3. Beoordeling van de aanvraag
3.1
Als grondslag voor een herziening kan, voor zover hier van belang, krachtens het eerste lid aanhef en onder c van art. 457 Sv slechts dienen een door bescheiden gestaafd gegeven dat bij het onderzoek op de terechtzitting aan de rechter niet bekend was en dat het ernstige vermoeden wekt dat indien dit gegeven bekend zou zijn geweest, het onderzoek van de zaak zou hebben geleid hetzij tot een vrijspraak van de gewezen verdachte, hetzij tot een ontslag van alle rechtsvervolging, hetzij tot de niet-ontvankelijkverklaring van het openbaar ministerie, hetzij tot de toepassing van een minder zware strafbepaling.
3.2
Het bewijsmateriaal waarover de Politierechter destijds beschikte, behelst onder meer de herkenning van de aanvrager als één van de personen die is te zien op de camerabeelden van het op 11 juni 2017 afplakken van de bewegingsmelders bij het bedrijf waar op 26 juni 2017 rond 3.00 uur het bewezenverklaarde feit heeft plaatsgevonden. De herkenning van de aanvrager vindt steun in de door de verbalisant [verbalisant 1] geconstateerde grote gelijkenis tussen (de op de ID-staat vastgelegde foto van) de aanvrager met de persoon op de screenshots van diezelfde camerabeelden.

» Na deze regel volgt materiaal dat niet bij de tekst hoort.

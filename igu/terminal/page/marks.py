"""What the marks on sources mean, in one sentence for every report that shows them."""

from __future__ import annotations

import re

MARKS = "Marks: [memory] recalled from the source named, not checked against it; [seen] read in it."


def marks_explained(text: str) -> str:
    """The sentence on the marks where the text has any, else nothing."""
    return MARKS if re.search(r"\[[^\]]*\b(memory|seen)\b", text) else ""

De aanvraag steunt op een bij de aanvraag gevoegde, door [betrokkene 1] opgestelde verklaring die inhoudt dat de aanvrager van 24 juni 2017 tot en met 30 juni 2017 alle nachten bij haar thuis heeft geslapen. Gelet op het hiervoor vermelde bewijsmateriaal en mede in aanmerking genomen de globale aard van de verklaring van [betrokkene 1] kan aan het aangevoerde niet het ernstig vermoeden worden ontleend dat het Hof de aanvrager zou hebben vrijgesproken als het met die verklaring bekend was geweest.
3.3
Uit hetgeen hiervoor is overwogen vloeit voort dat de aanvraag kennelijk ongegrond is, zodat als volgt moet worden beslist.
4. Beslissing
De Hoge Raad wijst de aanvraag tot herziening af.
Dit arrest is gewezen door de vice-president J. de Hullu als voorzitter, en de raadsheren M.J. Borgers en J.C.A.M. Claassens, in bijzijn van de waarnemend griffier E. Schnetz, en uitgesproken ter openbare terechtzitting van 17 september 2019.